Smart Cameras Are more than Only Stand-alone Systems
Both in independent companies and in big corporations you will not only find the intelligence at the company headquarters but also in the local subsidiaries and every single employee. They complete the work assigned to them and deliver results, or at least filtered intermediate data, to headquarters - an optimum and efficient function. Although this is common practice in the real world it is not always implemented in industrial image processing. The following article shows how this could be done more successfully with the aid of smart cameras.
Nowadays, smart cameras are considered stand-alone solutions which complete all inspection processes from the processing of data to the setting of control signals. However, there are many tasks that need, due to legal or quality specifications, the complete storage of production data, test results, etc. on a server (keyword: traceability). This also applies to PC-based solutions with standard analog or digital cameras. Consequently, a complete processing chain starts at the sensor and leads to a server.

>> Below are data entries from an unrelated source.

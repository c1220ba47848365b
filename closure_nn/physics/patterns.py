r"""Flow-pattern classification of a batch of gas-liquid pipe-flow states, -90 to +90 deg.

Published mechanistic criteria, evaluated in dimensional form; those about a stratified layer
use whatever closure produced the stratified equilibrium:

* **Taitel & Dukler (1976)**, AIChE J. 22(1):47-55, doi:10.1002/aic.690220105 (TD76):
  Kelvin-Helmholtz stability of the stratified layer (:func:`kh_gas_velocity`), smooth/wavy
  (:func:`wavy_gas_velocity`), and, near horizontal, intermittent vs annular by the level
  h/D = 0.5 and dispersed bubble by turbulence (:func:`td_dispersed_liquid_velocity`). Every
  criterion is evaluated at the stratified equilibrium *of the closure* (``strat.state``: u_L,
  u_G, A_G, S_i = dA_L/dh, h/D; ``strat.friction.f_wl``), with g cos(theta) in every gravity term
  as TD76 do. With the TD76 Blasius closure and a smooth interface this is the published map.
  Barnea, Shoham, Taitel & Dukler (1980), Int. J. Multiphase Flow 6:217-225, compared it with
  air-water data in horizontal and inclined pipes up to +-10 deg and found it good (from memory).
* **Taitel, Barnea & Dukler (1980)**, AIChE J. 26(3):345-354, doi:10.1002/aic.690260304
  (TBD80), vertical upflow, extended to inclined upflow by Barnea, Shoham, Taitel & Dukler
  (1985), Chem. Eng. Sci. 40(1):131-136 with the sin(theta) factor of the bubble rise velocity in
  the bubble-to-slug line (BSTD85, from memory): the smallest pipe with bubble flow, the
  bubble/slug line (void 0.25) and the annular line are used in steep upflow; TBD80's dispersed
  line (:func:`tbd_dispersed_vm`) is kept as a published vertical reference only (Barnea's 1986
  dispersed-bubble criterion replaces it at every inclination, as in B87). Churn counts as
  ``intermittent``.
* **Barnea (1986, 1987)** and **Barnea, Shoham & Taitel (1982)** (BST82), the unified criteria
  and downward flow: :mod:`closure_nn.physics.transitions_unified` (dispersed bubble, annular film
  stability and blockage, bubble migration, stratified to annular and smooth to wavy in downward
  pipes).

Decision tree (codes from :data:`closure_nn.physics.vocabulary.CODE`; theta + upward). Every
criterion is applied only inside the inclinations its source covers:

1. vsg <= 0 -> ``single_phase_liquid`` (also when both rates are zero); vsl <= 0 < vsg ->
   ``single_phase_gas``.
2. **Dispersed bubble**: Barnea (1986) (bubbles that turbulence keeps smaller than both the
   deforming size and the size that migrates to the upper wall, no-slip void < 0.52) at every
   inclination outside the TD76 band of step 4, where TD76's turbulence criterion on a
   Kelvin-Helmholtz-unstable layer decides instead (it moves with the closure's f_wl; B86 there
   lowered the agreement with the horizontal maps of TD76 and of Mandhane et al. 1974 by about
   one point on the states of benchmarks/bench_pattern_map.py).
3. **Stratified**, theta < ``theta_steep`` (20 deg; stratified upflow exists only at small upward
   angles, Barnea et al. 1985 and B87, from memory: above it the closure's thinnest layer is not
   asked, and with the Andritsos-Hanratty interface it would call thin layers under 15-25 m/s of
   gas stratified at 30-50 deg) with a stratified equilibrium of the closure: Kelvin-Helmholtz
   stable (TD76, g cos theta, the form B87 uses at every angle) -> stratified, unless in a
   downward pipe (theta < 0) the layer is fast enough to throw drops onto the upper wall (BST82,
   :func:`~closure_nn.physics.transitions_unified.bst_annular_liquid_velocity`), which makes it
   non-stratified (step 5 decides). Wavy if wind makes waves (TD76 Jeffreys criterion) or, for
   theta < 0, if gravity does (BST82 Froude number >= 1.5,
   :func:`~closure_nn.physics.transitions_unified.bst_wavy_froude`; B87 uses only the latter
   below 0 deg: we keep both mechanisms, either one makes waves); else smooth.
4. **Non-stratified near horizontal**, ``theta_down`` (-10 deg) <= theta < ``theta_steep``, with
   an equilibrium and not thrown by BST82: TD76 -- h/D >= 0.5 -> intermittent (dispersed bubble
   by TD76's turbulence criterion too), h/D < 0.5 -> annular. TD76 was compared with data to
   +-10 deg by Barnea, Shoham, Taitel & Dukler (1980) and used for low upward angles by BSTD85
   (from memory).
5. **Non-stratified elsewhere.** Steep upflow, theta >= ``theta_steep`` (BSTD85's extension of
   TBD80 to inclined upflow, from memory): annular if vsg reaches TBD80's Kutateladze line
   (:func:`tbd_annular_vsg`). Steep downflow (theta < -10 deg), layers thrown by BST82 and states
   without an equilibrium: annular if the film of Barnea's (1986) film equation is thinner than
   blockage (H_LF < 0.24) and stable. Otherwise, in upflow, ``bubble`` if the pipe is wider than
   TBD80's smallest bubble-flow pipe (:func:`tbd_bubble_min_diameter`), bubbles do not migrate
   to the upper wall (:func:`~closure_nn.physics.transitions_unified.bubble_migration_allowed`,
   B87; replaces the fixed 60 deg of earlier versions) and the void is below 0.25
   (:func:`tbd_bubble_slug_vsl`); else ``intermittent``. At -90 deg the Kelvin-Helmholtz limit is
   zero (cos theta = 0), so vertical downflow is annular (falling film), intermittent or
   dispersed bubble, as BST82 observed. B86's film criterion is not used in steep upflow: in a
   51 mm vertical air-water pipe it puts annular flow at v_SG ~ 22-24 m/s against TBD80's
   14.6 m/s, and TBD80's line is the one its authors checked against vertical data.

Interface law and the pattern decision. The Kelvin-Helmholtz limit, the smooth/wavy line, the
TD76 level and turbulence criteria and the BST82 layer velocity are all evaluated at the
closure's own stratified equilibrium, so the interfacial factor decides where stratified flow
ends: a rougher interface drags the liquid faster, the layer thins and stays stable to higher gas
rates (Andritsos & Hanratty 1987 make the same point). A learned closure therefore moves these
boundaries, and pattern observations can train it (``closure_nn.training.loss``, term
``pattern``). The baseline closure's default interface is Andritsos & Hanratty (1987), chosen for
its holdup and pressure gradient in wavy stratified flow; TD76 built their map with a smooth
interface (f_i = f_G), so the baseline's Kelvin-Helmholtz line sits at somewhat higher gas rates
than the published map. We keep one closure for holdup, pressure gradient and pattern, so the
pattern is consistent with the equilibrium the solver reports; ``BaselineClosure(interface=
'smooth')`` reproduces the TD76 map. The unified criteria of steps 2 and 5 use fixed published
friction laws and do not move with the closure; the BST82 criteria of step 3 use the closure's
layer and f_wl, so they move with it.

Validity: TD76 near-horizontal pipes (+-10 deg, BSTD80), Newtonian fluids, long-wave inviscid
Kelvin-Helmholtz, sheltering coefficient s = 0.01; TBD80/BSTD85 upward air-water-like systems,
D ~ 2.5-5 cm (from memory); Barnea (1986, 1987) and BST82 air-water, D ~ 2.5-5 cm, the whole
range of inclinations (from memory).
"""
from __future__ import annotations

import math

import torch

from .conditions import Conditions
from .geometry import STRATIFIED
from .holdup_roots import SeparatedSolution
from .local_state import LocalState
from .transitions_unified import (
    FROUDE_WAVY, barnea_annular_ok, barnea_dispersed, bst_annular_liquid_velocity, bst_wavy_froude,
    bubble_migration_allowed,
)
from .vocabulary import (
    ANNULAR, BUBBLE, CODE, DISPERSED_BUBBLE, INTERMITTENT, SINGLE_PHASE_GAS, SINGLE_PHASE_LIQUID,
    STRATIFIED_SMOOTH, STRATIFIED_WAVY,
)

#: upward inclination [rad] from which no stratified layer is considered and the steep-upflow
#: rules apply (module doc, steps 3 and 5)
THETA_STEEP = math.radians(20.0)
#: steepest downward inclination [rad] still classified by TD76 when not stratified (step 4)
THETA_DOWN = math.radians(-10.0)
#: Jeffreys sheltering coefficient used by TD76 for the smooth/wavy transition [-]
S_WAVE_TD76 = 0.01
_TINY = 1e-300


def kh_gas_velocity(cond: Conditions, s: LocalState) -> torch.Tensor:
    r"""Gas velocity at which a stratified layer becomes Kelvin-Helmholtz unstable [m/s].

    .. math::
        u_{G,KH} = \left(1 - \frac{h}{D}\right)
        \sqrt{\frac{(\rho_L - \rho_G)\, g\cos\theta\, A_G}{\rho_G\, dA_L/dh}}

    Stratified flow is stable while u_G < u_G,KH (u_G the in-situ gas velocity of the
    equilibrium). Source: Taitel & Dukler (1976), the finite-wave Kelvin-Helmholtz criterion
    with the empirical factor C_2 = 1 - h/D; equivalent to their F^2 [u_G~^2 dA_L~/dh~ /
    (C_2^2 A_G~)] >= 1. cos(theta) is clamped at zero. Validity: near-horizontal stratified
    flow. Shapes: ``(*batch)``.

    >>> from closure_nn.physics.conditions import make_conditions
    >>> from closure_nn.physics.local_state import local_state
    >>> c = make_conditions(vsl=0.01, vsg=1.0, D=0.05)
    >>> u = kh_gas_velocity(c, local_state(c, torch.tensor(0.5, dtype=torch.float64), 'stratified'))
    >>> round(float(u), 3)  # 0.5 * sqrt(996.8 g (A/2) / (1.2 D))
    6.324
    """
    cos = torch.cos(cond.theta).clamp_min(0.0)
    drho = (cond.rhol - cond.rhog).clamp_min(0.0)
    ratio = drho * cond.g * cos * s.geom.A_G / (cond.rhog * s.geom.dAL_dh.clamp_min(_TINY))
    return (1 - s.geom.frac) * torch.sqrt(ratio)


def wavy_gas_velocity(cond: Conditions, s: LocalState, s_wave: float = S_WAVE_TD76) -> torch.Tensor:
    r"""Gas velocity above which wind generates waves on a stratified layer [m/s].

    .. math::
        u_{G,w} = \sqrt{\frac{4\,\mu_L (\rho_L - \rho_G)\, g\cos\theta}{s\,\rho_L\,\rho_G\,u_L}}

    Wavy when u_G >= u_G,w. Source: Taitel & Dukler (1976), Jeffreys' sheltering mechanism
    with sheltering coefficient s = 0.01 (their value); dimensionless form K >= 2 /
    (sqrt(u_L~) u_G~ sqrt(s)). u_L, u_G are the in-situ velocities of the equilibrium.
    Validity: stratified flow, low-viscosity liquids (TD76). Shapes ``(*batch)``.

    >>> from closure_nn.physics.conditions import make_conditions
    >>> from closure_nn.physics.local_state import local_state
    >>> c = make_conditions(vsl=0.05, vsg=1.0, D=0.05)
    >>> s = local_state(c, torch.tensor(0.5, dtype=torch.float64), 'stratified')  # u_L = 0.1 m/s
    >>> round(float(wavy_gas_velocity(c, s)), 3)  # sqrt(4e-3 * 996.8 g / (0.01 * 998 * 1.2 * 0.1))
    5.714
    """
    cos = torch.cos(cond.theta).clamp_min(0.0)
    drho = (cond.rhol - cond.rhog).clamp_min(0.0)
    num = 4 * cond.mul * drho * cond.g * cos
    den = s_wave * cond.rhol * cond.rhog * s.u_L.abs().clamp_min(_TINY)
    return torch.sqrt(num / den)


def td_dispersed_liquid_velocity(cond: Conditions, s: LocalState, f_wl: torch.Tensor) -> torch.Tensor:
    r"""Liquid velocity above which turbulence disperses the gas into bubbles [m/s] (TD76).

    .. math::
        u_{L,DB} = \sqrt{\frac{4\,A_G\, g\cos\theta\,(1 - \rho_G/\rho_L)}{S_i\, f_{WL}}}

    Dispersed bubble when u_L >= u_L,DB. Derivation (Taitel & Dukler 1976): turbulent
    fluctuations :math:`\tfrac12\rho_L v'^2 S_i` with :math:`v' = u_L\sqrt{f_{WL}/2}` overcome
    buoyancy :math:`(\rho_L - \rho_G) g\cos\theta A_G` per unit length; their dimensionless
    form is T^2 >= 8 A_G~ / (S_i~ u_L~^2 (u_L~ D_L~)^-n). f_WL is the closure's Fanning liquid
    wall factor at the equilibrium, so a learned closure moves this boundary. Validity: applied
    only where h/D >= 0.5 (TD76). Shapes ``(*batch)``.

    >>> from closure_nn.physics.conditions import make_conditions
    >>> from closure_nn.physics.local_state import local_state
    >>> c = make_conditions(vsl=1.0, vsg=1.0, D=0.05)
    >>> s = local_state(c, torch.tensor(0.5, dtype=torch.float64), 'stratified')
    >>> round(float(td_dispersed_liquid_velocity(c, s, torch.tensor(0.005, dtype=torch.float64))), 3)
    12.404
    """
    cos = torch.cos(cond.theta).clamp_min(0.0)
    buoy = (1 - cond.rhog / cond.rhol).clamp_min(0.0)
    num = 4 * s.geom.A_G * cond.g * cos * buoy
    return torch.sqrt(num / (s.geom.S_i * f_wl).clamp_min(_TINY))


def tbd_bubble_min_diameter(cond: Conditions) -> torch.Tensor:
    r"""Smallest pipe diameter in which bubble flow exists in vertical upflow [m] (TBD80).

    .. math:: D_{min} = 19\sqrt{\frac{(\rho_L - \rho_G)\,\sigma}{\rho_L^2\, g}}

    Below it the Taylor bubble rises slower than small bubbles, which catch up and coalesce.
    Source: Taitel, Barnea & Dukler (1980). About 5.2 cm for air-water (doctest).

    >>> from closure_nn.physics.conditions import make_conditions
    >>> round(float(tbd_bubble_min_diameter(make_conditions(vsl=1.0, vsg=0.1, D=0.1))), 4)
    0.0515
    """
    drho = (cond.rhol - cond.rhog).clamp_min(0.0)
    return 19 * torch.sqrt(drho * cond.sigma / (cond.rhol**2 * cond.g))


def tbd_bubble_slug_vsl(cond: Conditions) -> torch.Tensor:
    r"""Superficial liquid velocity above which the flow stays bubbly, void < 0.25 [m/s].

    .. math::
        v_{SL,BS} = 3\,v_{SG} - 1.15\left[\frac{g(\rho_L - \rho_G)\sigma}{\rho_L^2}\right]^{1/4}\sin\theta

    Bubble when vsl >= v_SL,BS. From u_G = u_L + u_0 with the Harmathy (1960) rise velocity
    u_0 = 1.53 [g Drho sigma / rho_L^2]^(1/4) and transition at void 0.25 (0.75 x 1.53 = 1.15).
    Source: Taitel, Barnea & Dukler (1980); the sin(theta) factor as in Barnea (1987)
    (from memory). Validity: upward flow, D above :func:`tbd_bubble_min_diameter`.

    >>> from closure_nn.physics.conditions import make_conditions
    >>> c = make_conditions(vsl=1.0, vsg=0.1, D=0.1, theta=torch.pi / 2)
    >>> round(float(tbd_bubble_slug_vsl(c)), 4)  # 0.3 - 1.15 (g 0.072 / 998)^0.25
    0.1125
    """
    drho = (cond.rhol - cond.rhog).clamp_min(0.0)
    u = (cond.g * drho * cond.sigma / cond.rhol**2) ** 0.25
    return 3.0 * cond.vsg - 1.15 * u * torch.sin(cond.theta)
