class MultipoleProbe(ProbeModel):
    """A linear (unsaturated soft, or weak) sphere of any size in the magnets' field, exactly:
    U = -(mu0/2) a^3 sum_l chi_l / l sum_m |h_lm|^2, where h_lm are the coefficients of the
    applied radial field H.r on the sphere r = a in orthonormal spherical harmonics (derived
    here: U = -(mu0/2) integral M.H0 dV with the induced M of each solid harmonic; the l-th part
    of integral H0^2 dV over the ball is a^3 sum_m |h_lm|^2 / l by Green's identity). Valid while
    the ball holds no source (clearance >= d/2). Harmonics above the degree are dropped: their
    share of the energy is reported by truncation_share(), and coarser() gives the same sphere
    at a lower degree to estimate the error from two rules.

    Parameters
    ----------
    field_model : trapscape.physics.field.model.FieldModel
    law : trapscape.physics.probe.law.ProbeLaw
        A law with a linear_susceptibility (soft, weak); ValueError otherwise.
    max_degree : int or None
        Highest multipole degree l kept; None: chosen at each point from its clearance
        (degree_for_clearance), so that a probe near an edge keeps the multipoles the edge puts
        on it.

    References
    ----------
    J. D. Jackson, Classical Electrodynamics, 3rd ed., 5.11 (l = 1); higher l derived here.
    """

    def __init__(self, field_model, law, max_degree: int | None = None):
        super().__init__(field_model, law)
        if law.linear_susceptibility is None:
            raise ValueError(f"MultipoleProbe is for probes with an induced linear response, "
                             f"not {law.kind} probes")
        self.max_degree = max_degree
        self.radius = law.diameter / 2.0
        self._fixed = {}
        if max_degree is None:
            self.description = (
                f"exact linear sphere: applied field's multipoles up to a degree chosen from the "
                f"clearance (L = {DEGREES_PER_RATIO:g} a / gap, {RULE_DEGREES[0]} to "
                f"{RULE_DEGREES[-1]}) on Lebedev points")
            return
        # Sample just inside the surface, so that a probe touching a magnet never samples the
        # magnet's inside; the coefficients are carried out to r = a as (a / rho)^(l - 1).
        self.sample_radius = self.radius * (1.0 - SAMPLE_DEPTH)
        self.directions, harmonics, degrees, multiplicity = _surface_harmonics(max_degree)
        self.harmonics = harmonics * ((1.0 / (1.0 - SAMPLE_DEPTH)) ** (degrees - 1))[:, None]
        self.weights = np.array([multiplicity[i] * multipole_susceptibility(
            law.linear_susceptibility, l) / l for i, l in enumerate(degrees)])
        self.multiplicity = multiplicity
        self.description = (f"exact linear sphere: applied field's multipoles up to degree "
                            f"{max_degree} on {len(self.directions)} Lebedev points")

    def at_degree(self, degree: int) -> "MultipoleProbe":
        """The same sphere with its degree fixed (cached).

        Parameters
        ----------
        degree : int
            Highest multipole degree kept.

        Returns
        -------
        MultipoleProbe
        """
        degree = int(degree)
        if degree == self.max_degree:
            return self
        if degree not in self._fixed:
            self._fixed[degree] = MultipoleProbe(self.field_model, self.law, degree)
        return self._fixed[degree]

    def degrees_at(self, points) -> np.ndarray:
        """The degree used at each probe centre.

        Parameters
        ----------
        points : array_like, shape (N, 3)
            m.

        Returns
        -------
        numpy.ndarray of int, shape (N,)
        """
        points = np.asarray(points, float).reshape(-1, 3)
        if self.max_degree is not None:
            return np.full(len(points), self.max_degree)
        return degree_for_clearance(self.radius, self.field_model.clearance(points))

    def rule_groups(self, points) -> list:
        """The points grouped by degree, each with the sphere at that degree fixed.

        Parameters
        ----------
        points : array_like, shape (N, 3)
            m.

        Returns
        -------
        list of (MultipoleProbe, numpy.ndarray of int)
            Models of fixed degree and the indices of the points they serve.
        """
        degrees = self.degrees_at(points)
        return [(self.at_degree(L), np.flatnonzero(degrees == L)) for L in np.unique(degrees)]

    def coarser(self):
        """The sphere at CHECK_FRACTION of this degree, to estimate its truncation error.

        Returns
        -------
        MultipoleProbe or None
            None when the degree is chosen per point (fix it first with rule_groups).
        """
        if self.max_degree is None:
            return None
        return self.at_degree(max(1, round(CHECK_FRACTION * self.max_degree)))

    def scan_model(self):
        """The model a coarse scan of the energy uses: the default degree, whatever the clearance.

        Returns
        -------
        MultipoleProbe
        """
        return self.at_degree(DEFAULT_MAX_DEGREE)

    def _by_degree(self, points, evaluate):
        points = np.asarray(points, float).reshape(-1, 3)
        parts = [(idx, evaluate(model, points[idx])) for model, idx in self.rule_groups(points)]
        return parts, len(points)

    def _coefficients(self, points, gradient=True):
        points = np.asarray(points, float).reshape(-1, 3)
        n, q = len(points), len(self.directions)
        samples = (points[:, None, :] + self.sample_radius * self.directions[None]).reshape(-1, 3)
        if gradient:
            H, G = self.applied_H_and_gradient(samples)
        else:
            H, G = self.field_model.applied_H(samples), None
        H_r = np.einsum("nqi,qi->nq", H.reshape(n, q, 3), self.directions)
        h = H_r @ self.harmonics.T  # (n, R)
        if not gradient:
            return h, None
        dH_r = np.einsum("nqij,qi->nqj", G.reshape(n, q, 3, 3), self.directions)
        dh = self.harmonics @ dH_r  # (n, R, 3): a BLAS product, 10x the einsum
        return h, dh

    def magnetic_energy_and_force(self, points):
        """Exact magnetic energy and force of the linear sphere at probe centres.

        U = -(mu0/2) a^3 sum_l chi_l / l sum_m |h_lm|^2 up to the degree; F = -grad U from the
        gradient of the coefficients h_lm.

        Parameters
        ----------
        points : array_like, shape (N, 3)
            Probe centres, m; the ball must hold no source (clearance >= d/2).

        Returns
        -------
        U : numpy.ndarray, shape (N,)
            J.
        F : numpy.ndarray, shape (N, 3)
            N.

        References
        ----------
        J. D. Jackson, Classical Electrodynamics, 3rd ed., 5.11 (l = 1); higher l derived here.
        """
        if self.max_degree is None:
            parts, n = self._by_degree(points, lambda m, x: m.magnetic_energy_and_force(x))
            U, F = np.zeros(n), np.zeros((n, 3))
            for idx, (u, f) in parts:
                U[idx], F[idx] = u, f
            return U, F
        h, dh = self._coefficients(points)
        scale = -0.5 * MU0 * self.radius**3
        U = scale * (np.abs(h) ** 2) @ self.weights
        grad = scale * 2.0 * np.einsum("l,nl,nlj->nj", self.weights, np.conj(h), dh).real
        return U, -grad

    def energy_without_force(self, points) -> np.ndarray:
        """Total energy (gravity included) without the field's gradient (for scans).

        Parameters
        ----------
        points : array_like, shape (N, 3)
            Probe centres, m.

        Returns
        -------
        numpy.ndarray, shape (N,)
            J.
        """
        points = np.asarray(points, float).reshape(-1, 3)
        if self.max_degree is None:
            parts, n = self._by_degree(points, lambda m, x: m.energy_without_force(x))
            U = np.zeros(n)
            for idx, u in parts:
                U[idx] = u
            return U
        h, _ = self._coefficients(points, gradient=False)
        magnetic = -0.5 * MU0 * self.radius**3 * (np.abs(h) ** 2) @ self.weights
        return magnetic + self.law.gravity_energy(points)

    def hessian(self, points, directions=None, steps=None) -> np.ndarray:
        """Hessian of U projected on the directions (ProbeModel.hessian), each point's
        differences taken with the degree chosen at its centre (no jump of rule between them).

        Parameters
        ----------
        points : array_like
            (N, 3) m.
        directions : array_like, optional
            (k, 3) shared, or (N, k, 3); default the three axes.
        steps : array_like, optional
            (N,) m.

        Returns
        -------
        numpy.ndarray
            (N, k, k) N/m.
        """
        if self.max_degree is not None:
            return super().hessian(points, directions, steps)
        points = np.asarray(points, float).reshape(-1, 3)
        E = np.eye(3) if directions is None else np.asarray(directions, float)
        k = E.shape[-2]
        K = np.zeros((len(points), k, k))
        for model, idx in self.rule_groups(points):
            K[idx] = model.hessian(points[idx], E[idx] if E.ndim == 3 else E,
                                   None if steps is None else np.broadcast_to(steps, (len(points),))[idx])
        return K

    def truncation_share(self, points) -> np.ndarray:
        """The share of integral H.r^2 over the sphere that degrees above max_degree carry.

        Parameters
        ----------
        points : array_like
            (N, 3) probe centres, m.

        Returns
        -------
        numpy.ndarray
            (N,) dimensionless: an estimate of the energy dropped (it bounds it when chi_l/l
            falls with l).
        """
        if self.max_degree is None:
            parts, n = self._by_degree(points, lambda m, x: m.truncation_share(x))
            share = np.zeros(n)
            for idx, s in parts:
                share[idx] = s
            return share
        h, _ = self._coefficients(points, gradient=False)
        points = np.asarray(points, float).reshape(-1, 3)
        n, q = len(points), len(self.directions)
        samples = (points[:, None, :] + self.sample_radius * self.directions[None]).reshape(-1, 3)
        H = self.field_model.applied_H(samples).reshape(n, q, 3)
        H_r = np.einsum("nqi,qi->nq", H, self.directions)
        _, weights = lebedev_rule(next(o for o in LEBEDEV_ORDERS if o >= 2 * self.max_degree + 1))
        total = (H_r**2) @ weights
        kept = (np.abs(h) ** 2) @ self.multiplicity
        return np.divide(np.abs(total - kept), total, out=np.zeros_like(total), where=total > 0)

The real-time requirements decrease constantly along the processing chain towards the server. In contrast, the sensor, its trigger and where necessary the pre-processing are capable of real-time. Nevertheless, not every application needs immediate inspection results to control ejectors or defect marker systems instantly. For surface inspection of webbed materials e.g., the detection of a defect suffices in many cases. The classification of the defect can be done later. As long as the machine vision system can create an exact time stamp and store the position of the incremental encoder, it will be possible to reconstruct the position of the defect later on. For the "pre-processing" part of the processing chain the demand for real-time capabilities could be dispensed with. It is important to find the point in the design of a machine vision system where the real-time capabilities are no longer essential. The earlier this position is in the processing chain, the simpler is the system.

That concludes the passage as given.